Bored at the airport, Alice and Bob decide to play the following mathematical game.

Alice writes the numbers 1, 2, . . . , N on a piece of paper.

Bob goes first, and he picks two numbers x and y from the list. Bob crosses out these numbers from the sequence, and he includes a new number equal to their positive difference (in other words, he puts |x – y| on the list).

Alice takes her turn and does the exact same thing with the remaining numbers on the list.

Bob and Alice continue to play, in turn, until there is only one number left.

Alice wins if the final number is odd, and Bob if even.

1. What strategy should Alice and Bob have for the game?

2. Is there a winning strategy?

Give the game a try before you read the solution below.

Solving the game for 1, 2, 3

Let’s work through an example to see how the game might play out.

Suppose Alice just writes the numbers 1, 2, and 3 in the initial list.

Bob can choose any two numbers, which means he can make any of the following three moves:

–if he chooses (1, 2) the resulting list is 1, 3

–if he chooses (1, 3) the resulting list is 2, 2

–if he chooses (2, 3) the resulting list is 1, 1

Alice will simply have to pick the two numbers that are remaining, and the results will be as follows:

–if the list was 1, 3 the resulting number is 2 (which is even so Bob wins)

–if the list was 2, 2 the resulting number is 0 (which is even so Bob wins)

–if the list was 1, 1 the resulting number is 0 (again an even number, so Bob wins)

This worked example shows Alice will lose the game regardless of how she or Bob choose to play.

But why is that?

And are there games that Alice can win?

The trick to solving the game

The trick is to notice what is happening on each turn of the game.

In the version with the numbers 1, 2, 3 worked out above, we can notice something interesting about the sum of the numbers in the list.

The original sum of all the numbers is 6, an even number.

When Bob moves, the resulting sums can either be 4–if he picks (1, 2) or (1, 3)–or the sum can be 2–if he picks (2, 3). In either case, the sum of the numbers is even.
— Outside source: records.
import { describe, expect, it } from 'vitest';
import { throttleProgress, type ProgressLike } from '../../../src/api/analysis/progressThrottle.js';

describe('throttleProgress', () => {
  it('passes a new stage, the end of a stage and one event per interval; drops the rest', () => {
    let clock = 0;
    const sent: ProgressLike[] = [];
    const on = throttleProgress<ProgressLike>((e) => sent.push(e), 100, () => clock);
    on({ stage: 'trial-stage', fraction: 0 }); // first of a stage: passes
    for (let i = 1; i < 50; i++) {
      clock = i; // 49 events inside 100 ms: dropped
      on({ stage: 'trial-stage', fraction: i / 100 });
    }
    clock = 100;
    on({ stage: 'trial-stage', fraction: 0.5 }); // 100 ms after the last passed: passes
    clock = 101;
    on({ stage: 'trial-stage', fraction: 1 }); // end of the stage: passes
    on({ stage: 'one-stage', fraction: null }); // new stage: passes
    on({ stage: 'one-stage', fraction: null }); // same stage, no time gone: dropped
    expect(sent).toEqual([
      { stage: 'trial-stage', fraction: 0 },
      { stage: 'trial-stage', fraction: 0.5 },
      { stage: 'trial-stage', fraction: 1 },
      { stage: 'one-stage', fraction: null },
    ]);
  });
});
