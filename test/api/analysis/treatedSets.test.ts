// Treated against control, one-stage against two-stage, when a trial lacks a treated treatment:
// the two are still compared, and agreement[].note (with one warning) says that the one-stage
// contrast averages all the network's treated treatments while that trial averages fewer. The
// trials named come from the generator's stated drop (S2-2022 dropped N3).
import { mkdtempSync, rmSync, writeFileSync } from 'node:fs';
import { tmpdir } from 'node:os';
import { join } from 'node:path';
import { afterAll, describe, expect, it } from 'vitest';
import { runAnalysisFromSource } from '../../../src/api/analysis/fromSource.js';
import { analysisSpecSchema } from '../../../src/spec/analysisSpec.js';
import { DROPPED_AMOUNTS, SITE_AMOUNTS_COLUMNS, YEARS, siteAmountsCsv } from '../../support/siteAmountsNetwork.js';

const dir = mkdtempSync(join(tmpdir(), 'manyfield-treated-sets-'));
afterAll(() => rmSync(dir, { recursive: true, force: true }));

const spec = analysisSpecSchema.parse({
  trait: 'y',
  columns: SITE_AMOUNTS_COLUMNS,
  control: 'N0',
  contrasts: [
    { name: 'treated_vs_control', kind: 'treated-vs-control' },
    { name: 'early_vs_late', factor: 'timing', levels: ['early', 'late'] },
  ],
  oneStage: { lrt: false, profile: false },
});

async function analyse(name: string, text: string) {
  writeFileSync(join(dir, name), text);
  return runAnalysisFromSource({ data: join(dir, name), spec, save: false });
}

describe('treated against control over different treated sets', () => {
  it('is compared with a note naming the trials that averaged fewer treated treatments', async () => {
    const report = await analyse('dropped.csv', siteAmountsCsv(4));
    const trials = Object.values(YEARS).reduce((n, s) => n + s.length, 0);
    const [trial, lacks] = Object.entries(DROPPED_AMOUNTS)[0];
    const a = report.agreement.find((x) => x.name === 'treated_vs_control')!;
    expect(a.agree).not.toBeNull();
    expect(a.differenceInSe).not.toBeNull();
    expect(a.note).toBe(
      `compared, but over different treated sets: the one-stage contrast averages all 4 treated treatments of the network, while 1 of the ${trials} trials that carry it tested fewer and average only those (e.g. ${trial} without ${lacks.join(', ')}); a gap between the two may come from that`,
    );
    expect(report.warnings.filter((w) => w.startsWith('contrast "treated_vs_control": one-stage and two-stage estimates are compared, but over different treated sets'))).toHaveLength(1);
    expect(report.agreement.find((x) => x.name === 'early_vs_late')?.note).toBeUndefined();
  });

  it('gives no note when every trial tested every treated treatment', async () => {
    const [trial] = Object.keys(DROPPED_AMOUNTS);
    const [site, year] = trial.split('-');
    const kept = siteAmountsCsv(4).split('\n').filter((l) => !l.startsWith(`${site},${year},`)).join('\n');
    const report = await analyse('complete.csv', kept);
    expect(report.twoStage.trials.map((t) => t.trial)).not.toContain(trial);
    expect(report.agreement.find((x) => x.name === 'treated_vs_control')?.note).toBeUndefined();
    expect(report.warnings.some((w) => w.includes('different treated sets'))).toBe(false);
  });
});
And after Alice moves, we showed the resulting number must be even as well, which is why she loses.

This suggests a pattern: the final number, as well as every intermediate sum, will have the same parity (the property of being odd or even) as the sum of the original list.

If true, that means Alice wins if the original list has an odd sum, and Bob wins if the original list has an even sum.

But how can we prove this is true?

Proof that parity is unchanged / invariant

Suppose the original sum of the numbers is labeled S.

On Bob’s turn, he removes two numbers x > y from the list, and he writes another number (x – y).

This means Bob’s action reduces the original sum S by the following:

x + y – (x – y) = 2y

The thing to notice is that 2y is an even number, which means the parity of the sum is unchanged by a move in the game. In other words:

–If the original sum S was even, then each turn it is reduced by an even number. As an even minus an even is also an even number, this means every intermediate sum will be an even number. Hence, the final number must be even as well.

–If the original sum S was odd, then each turn it is reduced by an even number. As an odd minus an even is an odd number, this means every intermediate sum will be an odd number. Hence, the final number must be odd as well.

Answering the original questions

1. What strategy should Alice and Bob have for the game?

This is something of a trick question.

Alice and Bob have no particular strategy for play: the game is decided by the parity of the sum of the initial list.

Note that if the initial list is 1, 2, 3, . . ., N, then its sum is N(N+1)/2. The parity of this number decides who wins the game.

2. Is there a winning strategy?

Again this is a trick question as the moves are irrelevant to the outcome.

Arguably, the winning strategy is to influence the choice of the initial list, and hope the other person doesn’t notice.